**Exercise details**
Using the string "GROUP" as the key, pull each matching line out of the records below.

Data records Start Marker

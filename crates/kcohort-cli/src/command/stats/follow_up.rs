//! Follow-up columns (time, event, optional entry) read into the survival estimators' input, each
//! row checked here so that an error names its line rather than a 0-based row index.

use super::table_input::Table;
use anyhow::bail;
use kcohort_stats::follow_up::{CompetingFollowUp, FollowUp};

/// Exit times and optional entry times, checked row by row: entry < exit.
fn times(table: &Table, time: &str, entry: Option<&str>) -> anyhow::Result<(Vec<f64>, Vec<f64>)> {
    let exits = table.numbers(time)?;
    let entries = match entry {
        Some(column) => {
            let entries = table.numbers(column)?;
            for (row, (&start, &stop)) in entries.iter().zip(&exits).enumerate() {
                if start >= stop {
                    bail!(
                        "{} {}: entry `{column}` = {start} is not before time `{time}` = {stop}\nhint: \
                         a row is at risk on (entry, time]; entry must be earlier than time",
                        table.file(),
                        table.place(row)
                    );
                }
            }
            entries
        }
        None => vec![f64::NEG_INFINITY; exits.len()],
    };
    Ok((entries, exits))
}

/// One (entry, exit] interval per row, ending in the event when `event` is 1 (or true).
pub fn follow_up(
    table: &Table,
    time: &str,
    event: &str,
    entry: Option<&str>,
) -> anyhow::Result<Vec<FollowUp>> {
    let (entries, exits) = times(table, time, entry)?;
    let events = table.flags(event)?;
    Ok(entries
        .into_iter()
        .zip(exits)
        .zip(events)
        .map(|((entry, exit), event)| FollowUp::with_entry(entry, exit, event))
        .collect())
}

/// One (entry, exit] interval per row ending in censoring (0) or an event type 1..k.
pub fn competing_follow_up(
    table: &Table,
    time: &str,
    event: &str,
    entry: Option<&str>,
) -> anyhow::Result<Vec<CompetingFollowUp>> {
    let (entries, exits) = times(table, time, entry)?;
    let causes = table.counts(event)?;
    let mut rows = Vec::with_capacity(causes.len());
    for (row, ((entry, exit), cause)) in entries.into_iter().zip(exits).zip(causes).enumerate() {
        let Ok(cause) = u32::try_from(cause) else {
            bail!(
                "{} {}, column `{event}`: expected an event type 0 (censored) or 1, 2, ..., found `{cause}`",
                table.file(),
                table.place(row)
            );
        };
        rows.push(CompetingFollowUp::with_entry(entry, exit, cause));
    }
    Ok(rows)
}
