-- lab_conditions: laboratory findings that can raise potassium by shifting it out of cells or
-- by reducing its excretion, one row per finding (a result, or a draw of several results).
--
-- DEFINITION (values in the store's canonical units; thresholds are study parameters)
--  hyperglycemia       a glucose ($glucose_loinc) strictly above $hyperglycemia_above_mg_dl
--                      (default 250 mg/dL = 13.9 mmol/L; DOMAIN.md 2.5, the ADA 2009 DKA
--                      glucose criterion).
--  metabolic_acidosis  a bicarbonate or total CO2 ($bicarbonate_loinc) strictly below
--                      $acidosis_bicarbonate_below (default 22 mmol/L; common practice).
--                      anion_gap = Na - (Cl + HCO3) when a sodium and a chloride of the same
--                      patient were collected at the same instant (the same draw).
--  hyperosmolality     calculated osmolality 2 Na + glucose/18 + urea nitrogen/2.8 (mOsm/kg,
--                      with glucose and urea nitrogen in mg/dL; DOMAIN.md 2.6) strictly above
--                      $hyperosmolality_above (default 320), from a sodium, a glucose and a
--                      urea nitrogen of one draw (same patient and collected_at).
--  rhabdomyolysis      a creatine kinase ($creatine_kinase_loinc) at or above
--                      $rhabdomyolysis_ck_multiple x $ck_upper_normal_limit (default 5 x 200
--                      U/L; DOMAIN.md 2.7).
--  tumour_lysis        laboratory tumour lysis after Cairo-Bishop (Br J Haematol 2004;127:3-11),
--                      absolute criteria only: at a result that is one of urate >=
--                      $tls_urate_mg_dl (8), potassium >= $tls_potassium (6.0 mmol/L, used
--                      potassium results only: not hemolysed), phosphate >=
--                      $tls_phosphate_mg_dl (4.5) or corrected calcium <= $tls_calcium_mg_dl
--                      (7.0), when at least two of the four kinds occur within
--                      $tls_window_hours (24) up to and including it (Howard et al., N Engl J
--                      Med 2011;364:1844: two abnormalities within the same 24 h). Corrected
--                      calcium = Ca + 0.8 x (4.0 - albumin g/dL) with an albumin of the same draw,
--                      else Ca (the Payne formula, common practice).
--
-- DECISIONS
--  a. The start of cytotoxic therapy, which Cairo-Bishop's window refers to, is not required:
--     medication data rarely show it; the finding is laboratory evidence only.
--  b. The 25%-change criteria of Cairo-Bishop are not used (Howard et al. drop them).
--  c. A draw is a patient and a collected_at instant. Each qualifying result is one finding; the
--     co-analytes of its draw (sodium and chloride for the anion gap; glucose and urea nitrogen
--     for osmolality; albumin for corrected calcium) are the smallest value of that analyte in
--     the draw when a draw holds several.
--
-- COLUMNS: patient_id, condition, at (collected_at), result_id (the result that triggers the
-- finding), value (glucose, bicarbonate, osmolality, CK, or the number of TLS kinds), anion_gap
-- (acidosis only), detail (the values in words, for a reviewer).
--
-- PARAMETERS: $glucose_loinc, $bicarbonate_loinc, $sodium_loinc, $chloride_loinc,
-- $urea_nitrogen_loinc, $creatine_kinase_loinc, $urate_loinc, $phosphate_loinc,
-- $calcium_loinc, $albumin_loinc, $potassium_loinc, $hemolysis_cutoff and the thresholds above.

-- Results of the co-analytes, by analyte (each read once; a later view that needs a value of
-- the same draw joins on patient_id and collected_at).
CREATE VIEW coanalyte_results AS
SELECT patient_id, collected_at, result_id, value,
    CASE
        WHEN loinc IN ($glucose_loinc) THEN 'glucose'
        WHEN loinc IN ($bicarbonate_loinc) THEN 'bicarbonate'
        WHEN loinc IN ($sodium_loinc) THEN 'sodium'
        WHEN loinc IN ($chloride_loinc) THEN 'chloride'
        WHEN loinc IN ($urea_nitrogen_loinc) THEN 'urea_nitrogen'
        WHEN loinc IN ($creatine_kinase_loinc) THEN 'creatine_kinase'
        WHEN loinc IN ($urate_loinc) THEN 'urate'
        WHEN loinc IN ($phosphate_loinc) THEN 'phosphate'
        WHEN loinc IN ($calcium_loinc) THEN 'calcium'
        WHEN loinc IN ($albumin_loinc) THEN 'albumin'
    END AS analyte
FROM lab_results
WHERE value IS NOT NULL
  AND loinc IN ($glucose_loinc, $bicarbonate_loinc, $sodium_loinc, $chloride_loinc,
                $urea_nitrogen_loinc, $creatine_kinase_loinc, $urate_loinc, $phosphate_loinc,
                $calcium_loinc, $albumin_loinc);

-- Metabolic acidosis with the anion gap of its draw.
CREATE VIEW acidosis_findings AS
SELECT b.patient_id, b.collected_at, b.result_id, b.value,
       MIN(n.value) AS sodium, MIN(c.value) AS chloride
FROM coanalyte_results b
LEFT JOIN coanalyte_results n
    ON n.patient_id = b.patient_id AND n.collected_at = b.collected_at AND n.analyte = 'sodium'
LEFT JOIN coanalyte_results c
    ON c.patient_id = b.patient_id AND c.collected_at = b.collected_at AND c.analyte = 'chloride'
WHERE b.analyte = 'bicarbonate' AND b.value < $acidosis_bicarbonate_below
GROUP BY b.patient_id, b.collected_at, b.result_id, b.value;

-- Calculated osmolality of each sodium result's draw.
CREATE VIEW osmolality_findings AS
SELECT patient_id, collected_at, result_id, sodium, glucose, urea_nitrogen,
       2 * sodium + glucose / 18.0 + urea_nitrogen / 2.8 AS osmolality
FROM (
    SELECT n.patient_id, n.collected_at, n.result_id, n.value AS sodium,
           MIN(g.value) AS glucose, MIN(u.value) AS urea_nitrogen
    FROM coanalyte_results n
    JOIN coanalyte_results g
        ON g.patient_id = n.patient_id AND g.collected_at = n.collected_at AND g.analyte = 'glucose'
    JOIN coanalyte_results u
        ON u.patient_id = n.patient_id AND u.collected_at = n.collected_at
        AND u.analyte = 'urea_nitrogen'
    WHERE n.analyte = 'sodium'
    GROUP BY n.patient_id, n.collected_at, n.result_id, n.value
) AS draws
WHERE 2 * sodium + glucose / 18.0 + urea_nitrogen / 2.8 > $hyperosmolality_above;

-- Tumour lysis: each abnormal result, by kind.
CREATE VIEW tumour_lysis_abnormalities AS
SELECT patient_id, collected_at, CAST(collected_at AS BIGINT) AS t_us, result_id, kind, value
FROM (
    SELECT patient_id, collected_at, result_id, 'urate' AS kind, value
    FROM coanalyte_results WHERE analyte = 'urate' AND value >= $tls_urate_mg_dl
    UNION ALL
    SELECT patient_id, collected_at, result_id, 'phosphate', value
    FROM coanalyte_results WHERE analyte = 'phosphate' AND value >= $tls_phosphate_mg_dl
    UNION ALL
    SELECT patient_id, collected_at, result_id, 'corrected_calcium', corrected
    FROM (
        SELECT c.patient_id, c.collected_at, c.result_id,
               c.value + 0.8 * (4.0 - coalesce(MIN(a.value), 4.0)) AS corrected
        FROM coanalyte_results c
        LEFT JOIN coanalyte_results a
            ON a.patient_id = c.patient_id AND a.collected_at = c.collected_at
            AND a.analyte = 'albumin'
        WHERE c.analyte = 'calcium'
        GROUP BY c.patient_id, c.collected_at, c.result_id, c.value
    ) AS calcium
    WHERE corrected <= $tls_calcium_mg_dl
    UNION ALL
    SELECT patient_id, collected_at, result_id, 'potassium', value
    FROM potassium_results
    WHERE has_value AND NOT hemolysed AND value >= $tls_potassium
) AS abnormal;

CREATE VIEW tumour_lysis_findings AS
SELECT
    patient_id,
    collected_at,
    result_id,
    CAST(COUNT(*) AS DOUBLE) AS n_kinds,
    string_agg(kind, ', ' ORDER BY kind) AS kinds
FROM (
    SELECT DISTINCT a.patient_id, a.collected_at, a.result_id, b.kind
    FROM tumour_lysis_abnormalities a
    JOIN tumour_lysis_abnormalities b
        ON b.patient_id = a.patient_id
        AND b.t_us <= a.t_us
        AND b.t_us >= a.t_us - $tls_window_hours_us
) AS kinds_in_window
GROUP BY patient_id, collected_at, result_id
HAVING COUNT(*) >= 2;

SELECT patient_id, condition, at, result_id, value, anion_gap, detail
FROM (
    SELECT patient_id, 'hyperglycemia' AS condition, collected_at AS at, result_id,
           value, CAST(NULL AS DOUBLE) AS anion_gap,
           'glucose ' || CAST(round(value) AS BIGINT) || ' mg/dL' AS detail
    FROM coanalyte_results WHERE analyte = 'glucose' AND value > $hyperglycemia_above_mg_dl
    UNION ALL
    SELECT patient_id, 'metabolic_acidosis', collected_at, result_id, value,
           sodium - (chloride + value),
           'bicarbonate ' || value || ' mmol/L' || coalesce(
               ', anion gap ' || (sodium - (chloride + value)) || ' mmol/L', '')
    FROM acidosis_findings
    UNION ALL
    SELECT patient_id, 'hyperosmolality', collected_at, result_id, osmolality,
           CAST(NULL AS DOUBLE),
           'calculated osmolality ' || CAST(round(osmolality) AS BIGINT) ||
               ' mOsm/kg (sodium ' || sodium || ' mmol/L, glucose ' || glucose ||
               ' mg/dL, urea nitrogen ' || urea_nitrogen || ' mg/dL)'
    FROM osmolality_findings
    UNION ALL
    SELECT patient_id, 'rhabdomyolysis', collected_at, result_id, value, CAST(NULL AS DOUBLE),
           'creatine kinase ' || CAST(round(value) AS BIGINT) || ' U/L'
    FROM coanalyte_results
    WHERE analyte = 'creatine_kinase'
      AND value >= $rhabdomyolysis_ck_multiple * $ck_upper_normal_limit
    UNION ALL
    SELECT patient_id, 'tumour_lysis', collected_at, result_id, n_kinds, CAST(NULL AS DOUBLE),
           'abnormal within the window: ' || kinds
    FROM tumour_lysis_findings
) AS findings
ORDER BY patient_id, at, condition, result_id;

Data records End Marker

**Response to this task**
GROUP BY b.patient_id, b.collected_at, b.result_id, b.value;
    GROUP BY n.patient_id, n.collected_at, n.result_id, n.value
        GROUP BY c.patient_id, c.collected_at, c.result_id, c.value
GROUP BY patient_id, collected_at, result_id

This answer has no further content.